*Records*:

__________

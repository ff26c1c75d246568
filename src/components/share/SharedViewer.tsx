// The public share page's island: plays what the link shows (the version's splash over its plate on a canvas, or the
// stored MP4/GIF) and takes the viewer's named comment at the current frame, filed as a client note.
import type { PropPictureRef } from '~/lib/render/prop-pictures';
import { useEffect, useRef, useState } from 'react';
import { frameWithTimecode, rateInfo, sourceTimecodeLabel, type SourceTimecodeShot } from '~/lib/timecode';
import { LOOK_LABELS, RENDER_LOOKS, type RenderLook } from '~/lib/render/looks';
import type { FrameRenderer } from '~/lib/export/frames';

interface Props {
  token: string;
  frameRate: string;
  /** The shot's cut-in frame and its source timecode: frames are shown with the plate's own timecode. */
  cutIn: number;
  sourceTimecodeIn: string | null;
  bakedRange: { first: number; last: number };
  media: { kind: 'version' } | { kind: 'export'; format: string };
}

type ClipMedia = {
  kind: 'clip';
  clipUrl: string;
  statsUrl: string | null;
  plate: { url: string; contentType: string; width: number | null; height: number | null } | null;
  /** The pictures the version's props are drawn as (openParticleSource loads them). */
  propPictures?: PropPictureRef[];
  plateSize: { width: number; height: number };
  metresPerPixel: number | null;
  firstFrame: number;
  /** Shot frame number of the plate's first picture (null: the cut in). */
  plateFirstFrame: number | null;
};
type ExportMedia = { kind: 'export'; format: string; contentType: string; url: string; downloadUrl: string; width: number | null; height: number | null };

async function getJson<T>(path: string, init?: RequestInit): Promise<T> {
  const res = await fetch(path, { credentials: 'same-origin', headers: { accept: 'application/json', 'content-type': 'application/json' }, ...init });
  const body = await res.json().catch(() => null);
  if (!res.ok) throw Object.assign(new Error(body?.error?.message ?? `The server answered ${res.status}`), { fields: body?.error?.fields ?? {} });
  return body as T;
}

const VIEW_WIDTH = 960;

function ClipPlayer({ token, frameRate, tcShot, bakedRange, onFrame }: { token: string; frameRate: string; tcShot: SourceTimecodeShot; bakedRange: Props['bakedRange']; onFrame: (f: number) => void }) {
  const host = useRef<HTMLDivElement>(null);
  const rendererRef = useRef<FrameRenderer | null>(null);
  const [status, setStatus] = useState<'loading' | 'ready' | string>('loading');
  const [frame, setFrame] = useState(bakedRange.first);
  const [playing, setPlaying] = useState(false);
  const [look, setLook] = useState<RenderLook>('surface');
  const frameRef = useRef(frame);
  const drawing = useRef<Promise<void> | null>(null);

  useEffect(() => {
    let cancelled = false;
    let destroyPlate: (() => void) | null = null;
    (async () => {
      const [{ FrameRenderer }, { openParticleSource }] = await Promise.all([import('~/lib/export/frames'), import('~/lib/export/source')]);
      const first = await getJson<ClipMedia>(`/api/shared/${token}/media`);
      const source = await openParticleSource(async () => getJson<ClipMedia>(`/api/shared/${token}/media`));
      let plate: import('~/lib/plate').PlateFrameSource | null = null;
      if (first.plate) {
        try {
          const { openPlate } = await import('~/lib/plate');
          plate = await openPlate({ url: first.plate.url, contentType: first.plate.contentType, shot: first, fps: rateInfo(frameRate).fps });
          destroyPlate = () => plate?.destroy();
        } catch {
          plate = null; // the splash alone still plays
        }
      }
      const ps = first.plateSize;
      const width = VIEW_WIDTH;
      const height = 2 * Math.round((width * ps.height) / ps.width / 2);
      const r = new FrameRenderer({
        width,
        height,
        labels: { studioName: '', showName: '', shotCode: '', versionNumber: 0, artistName: null, date: '', reviewState: '', rateId: frameRate, cutIn: first.firstFrame, sourceTimecodeIn: null },
        look: 'surface',
        source,
        plate,
        plateSize: ps,
        metresPerPixel: first.metresPerPixel,
        burnIns: false,
      });
      if (cancelled) return;
      r.canvas.className = 'block h-auto w-full rounded-lg bg-ink';
      r.canvas.setAttribute('aria-label', 'Preview of the splash');
      r.canvas.dataset.testid = 'shared-canvas';
      host.current!.replaceChildren(r.canvas);
      rendererRef.current = r;
      await r.drawFrame(bakedRange.first);
      if (!cancelled) setStatus('ready');
    })().catch((e) => !cancelled && setStatus(e instanceof Error ? e.message : String(e)));
    return () => {
      cancelled = true;
      destroyPlate?.();
    };
  }, [token, frameRate, bakedRange.first]);

  const show = (f: number) => {
    frameRef.current = f;
    setFrame(f);
    onFrame(f);
    const r = rendererRef.current;
    if (r && !drawing.current) {
      drawing.current = r.drawFrame(f).finally(() => {
        drawing.current = null;
        if (frameRef.current !== f) show(frameRef.current);
      });
    }
  };

  useEffect(() => {
    if (!playing) return;
    const fps = rateInfo(frameRate).fps;
    let raf = 0;
    let last = performance.now();
    const tick = (now: number) => {
      if (now - last >= 1000 / fps && !drawing.current) {
        last = now;
        const next = frameRef.current >= bakedRange.last ? bakedRange.first : frameRef.current + 1;
        show(next);
      }
      raf = requestAnimationFrame(tick);
    };
    raf = requestAnimationFrame(tick);
    return () => cancelAnimationFrame(raf);
    // eslint-disable-next-line react-hooks/exhaustive-deps
  }, [playing]);

  useEffect(() => {
    const r = rendererRef.current;
    if (!r) return;
    r.setLook(look);
    show(frameRef.current);
    // eslint-disable-next-line react-hooks/exhaustive-deps
  }, [look]);

  return (
    <div>
      <div ref={host} className="aspect-video w-full rounded-lg bg-ink" />
      {status !== 'ready' && <p className="mt-2 text-sm text-ink-muted">{status === 'loading' ? 'Loading the preview…' : status}</p>}
      <div className="mt-3 flex flex-wrap items-center gap-3 text-sm">
        <button type="button" className="btn-quiet" disabled={status !== 'ready'} onClick={() => setPlaying((p) => !p)}>
          {playing ? 'Pause' : 'Play'}
        </button>
        <input
          type="range"
          className="min-w-40 flex-1"
          aria-label="Frame"
          min={bakedRange.first}
          max={bakedRange.last}
          value={frame}
          disabled={status !== 'ready'}
          onChange={(e) => {
            setPlaying(false);
            show(Number(e.target.value));
          }}
        />
        <span className="tabular-nums" data-testid="shared-frame">
          {frame} · {sourceTimecodeLabel(tcShot, frame)}
        </span>
        <select className="field-input w-auto" aria-label="Look" value={look} onChange={(e) => setLook(e.target.value as RenderLook)}>
          {RENDER_LOOKS.map((l) => <option key={l} value={l}>{LOOK_LABELS[l]}</option>)}
        </select>
      </div>
    </div>
  );
}

function ExportPlayer({ token }: { token: string }) {
  const [media, setMedia] = useState<ExportMedia | null>(null);
  const [error, setError] = useState<string | null>(null);
  useEffect(() => {
    getJson<ExportMedia>(`/api/shared/${token}/media`).then(setMedia, (e) => setError(e.message));
  }, [token]);
  if (error) return <p className="field-error">{error}</p>;
  if (!media) return <p className="text-sm text-ink-muted">Loading the preview…</p>;
  return (
    <div>
      {media.format === 'mp4' ? (
        <video src={media.url} controls loop playsInline className="w-full rounded-lg bg-ink" data-testid="shared-video" />
      ) : media.format === 'gif' ? (
        <img src={media.url} alt="Animated preview of the splash" className="w-full rounded-lg bg-ink" />
      ) : null}
      <a className="link mt-2 inline-block text-sm" href={media.downloadUrl}>
        Download the file
      </a>
    </div>
  );
}

export default function SharedViewer({ token, frameRate, cutIn, sourceTimecodeIn, bakedRange, media }: Props) {
  const tcShot: SourceTimecodeShot = { firstFrame: cutIn, frameRate, sourceTimecodeIn };
  const [frame, setFrame] = useState(bakedRange.first);
  const [name, setName] = useState('');
  const [body, setBody] = useState('');
  const [sent, setSent] = useState<{ name: string; body: string; frame: number }[]>([]);
  const [error, setError] = useState<{ message: string; fields: Record<string, string> } | null>(null);
  const [busy, setBusy] = useState(false);

  async function send(e: { preventDefault(): void }) {
    e.preventDefault();
    setBusy(true);
    setError(null);
    try {
      const res = await getJson<{ note: { name: string; body: string; frame: number } }>(`/api/shared/${token}/notes`, {
        method: 'POST',
        body: JSON.stringify({ name, body, frame }),
      });
      setSent((s) => [...s, res.note]);
      setBody('');
    } catch (err) {
      setError({ message: err instanceof Error ? err.message : String(err), fields: (err as { fields?: Record<string, string> }).fields ?? {} });
    } finally {
      setBusy(false);
    }
  }

  return (
    <div className="grid gap-6">
      {media.kind === 'version' ? <ClipPlayer token={token} frameRate={frameRate} tcShot={tcShot} bakedRange={bakedRange} onFrame={setFrame} /> : <ExportPlayer token={token} />}
      <form className="card grid gap-3 p-5 text-sm" onSubmit={send} noValidate data-testid="shared-comment-form">
        <h2 className="text-base font-semibold">Leave a comment for the studio</h2>
        <label>
          <span className="field-label">Your name</span>
          <input className="field-input" name="guestName" value={name} maxLength={80} onChange={(e) => setName(e.target.value)} aria-invalid={!!error?.fields.name || undefined} />
          {error?.fields.name && <span className="field-error">Name {error.fields.name}</span>}
        </label>
        <label>
          <span className="field-label">Comment{media.kind === 'version' ? ` (at frame ${frame}, ${sourceTimecodeLabel(tcShot, frame)})` : ''}</span>
          <textarea className="field-input" name="comment" rows={3} value={body} maxLength={2000} onChange={(e) => setBody(e.target.value)} aria-invalid={!!error?.fields.body || undefined} />
          {error?.fields.body && <span className="field-error">Comment {error.fields.body}</span>}
        </label>
        {error && !Object.keys(error.fields).length && <p className="field-error">{error.message}</p>}
        <div>
          <button type="submit" className="btn-primary" disabled={busy}>
            Send comment
          </button>
        </div>
        {sent.length > 0 && (
          <ul className="grid gap-1 text-ink-soft" data-testid="shared-sent">
            {sent.map((n, i) => (
              <li key={i}>
                Sent: “{n.body}” at frame {frameWithTimecode(tcShot, n.frame)}. The studio will see it with your name.
              </li>
            ))}
          </ul>
        )}
      </form>
    </div>
  );
}
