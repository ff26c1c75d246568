// PATCH /api/studios/:studioId/members/:memberId {role} or {showIds} (a client's shows) and DELETE: owners change roles or remove members (never the last owner).
import { z } from 'zod';
import { endpoint, json, idParam, readJson } from '~/lib/server/http';
import { requireRole } from '~/lib/server/authz';
import { changeMember, setClientShows } from '~/lib/server/members';
import { role } from '~/lib/forms/fields';

export const PATCH = endpoint(async ({ params, locals, request }) => {
  const access = await requireRole(locals, idParam(params, 'studioId'), 'owner');
  const body = await readJson(
    request,
    z.union([z.object({ role }).strict(), z.object({ showIds: z.array(z.number().int().positive()).max(1000, 'names too many shows') }).strict()]),
  );
  const memberId = idParam(params, 'memberId');
  if ('showIds' in body) return json({ member: await setClientShows(access.studioId, memberId, access.userId, body.showIds) });
  return json({ member: await changeMember(access.studioId, memberId, access.userId, { role: body.role }) });
});

export const DELETE = endpoint(async ({ params, locals }) => {
  const access = await requireRole(locals, idParam(params, 'studioId'), 'owner');
  await changeMember(access.studioId, idParam(params, 'memberId'), access.userId, 'remove');
  return json(null, 204);
});
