// A guard on key changes: a moved or edited key that makes a prop jump more than its own size between two frames is
// almost always a slip (a diamond dragged onto the wrong frame), so the editor asks before keeping it. Pure functions.
import { shapeBounds, shapeCentroid } from '../scene/shapes';
import { poseInto, type Key } from '../scene/keys';
import type { PropLike } from '../scene/pose';
import { shapeOutline } from './geometry';

/** The prop's size (m): the longer side of its drawn bounds. */
export function propSize(shape: PropLike['shape']): number {
  const b = shapeBounds(shape);
  return Math.max(b.maxX - b.minX, b.maxY - b.minY);
}

/** Farthest any outline point lies from the drawn centroid (m): how far a turn of one radian moves a point at most. */
function reach(shape: PropLike['shape']): number {
  const [cx, cy] = shapeCentroid(shape);
  let r = 0;
  for (const p of shapeOutline(shape, 32)) r = Math.max(r, Math.hypot(p[0] - cx, p[1] - cy));
  return r;
}

/** The frames over which the keys move the prop (a free prop without a release frame: none; with one: up to it). */
function keyedSpan(prop: PropLike): [number, number] | null {
  const keys = prop.keys;
  if (keys.length < 2) return null;
  if (prop.motion === 'free' && prop.releaseFrame === undefined) return null;
  const last = prop.motion === 'free' ? Math.min(keys[keys.length - 1].frame, prop.releaseFrame!) : keys[keys.length - 1].frame;
  return [Math.floor(keys[0].frame), Math.ceil(last)];
}

/**
 * The largest distance (m) a point of the prop moves between two consecutive whole frames of its keyed span, and the
 * first of those frames: |Δ centroid| + |Δ angle| · reach (exact for a slide, an upper bound when it also turns).
 */
export function largestFrameJump(prop: PropLike): { distance: number; frame: number } | null {
  const span = keyedSpan(prop);
  if (!span) return null;
  const r = reach(prop.shape);
  const a = { dx: 0, dy: 0, angle: 0 }, b = { dx: 0, dy: 0, angle: 0 };
  let best = { distance: 0, frame: span[0] };
  const keys: readonly Key[] = prop.keys;
  poseInto(keys, span[0], a);
  for (let f = span[0]; f < span[1]; f++) {
    poseInto(keys, f + 1, b);
    const d = Math.hypot(b.dx - a.dx, b.dy - a.dy) + (Math.abs(b.angle - a.angle) * Math.PI / 180) * r;
    if (d > best.distance) best = { distance: d, frame: f };
    a.dx = b.dx; a.dy = b.dy; a.angle = b.angle;
  }
  return best;
}

/**
 * When the change from `before` to `after` makes the prop jump farther than its own size in one frame (and farther
 * than it already did), the question to ask the artist, in words; otherwise null.
 */
export function jumpWarning(before: PropLike & { id: string }, after: PropLike & { id: string }, fps: number): string | null {
  const jump = largestFrameJump(after);
  if (!jump) return null;
  const size = propSize(after.shape);
  if (jump.distance <= size) return null;
  const was = largestFrameJump(before)?.distance ?? 0;
  if (jump.distance <= was + 1e-9) return null;
  return `With this key ${after.id} jumps ${jump.distance.toFixed(2)} m between frames ${jump.frame} and ${jump.frame + 1}, ` +
    `more than its own size (${size.toFixed(2)} m): about ${(jump.distance * fps).toFixed(0)} m/s. Keep the change?`;
}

__________

*How to complete this task*: Each line from the start of the records through the line holding "canvas, or the" must be returned exactly; nothing else belongs in the answer.

*Response*:
repository ff26c1c75d246568
filename src/components/share/SharedViewer.tsx
// The public share page's island: plays what the link shows (the version's splash over its plate on a canvas, or the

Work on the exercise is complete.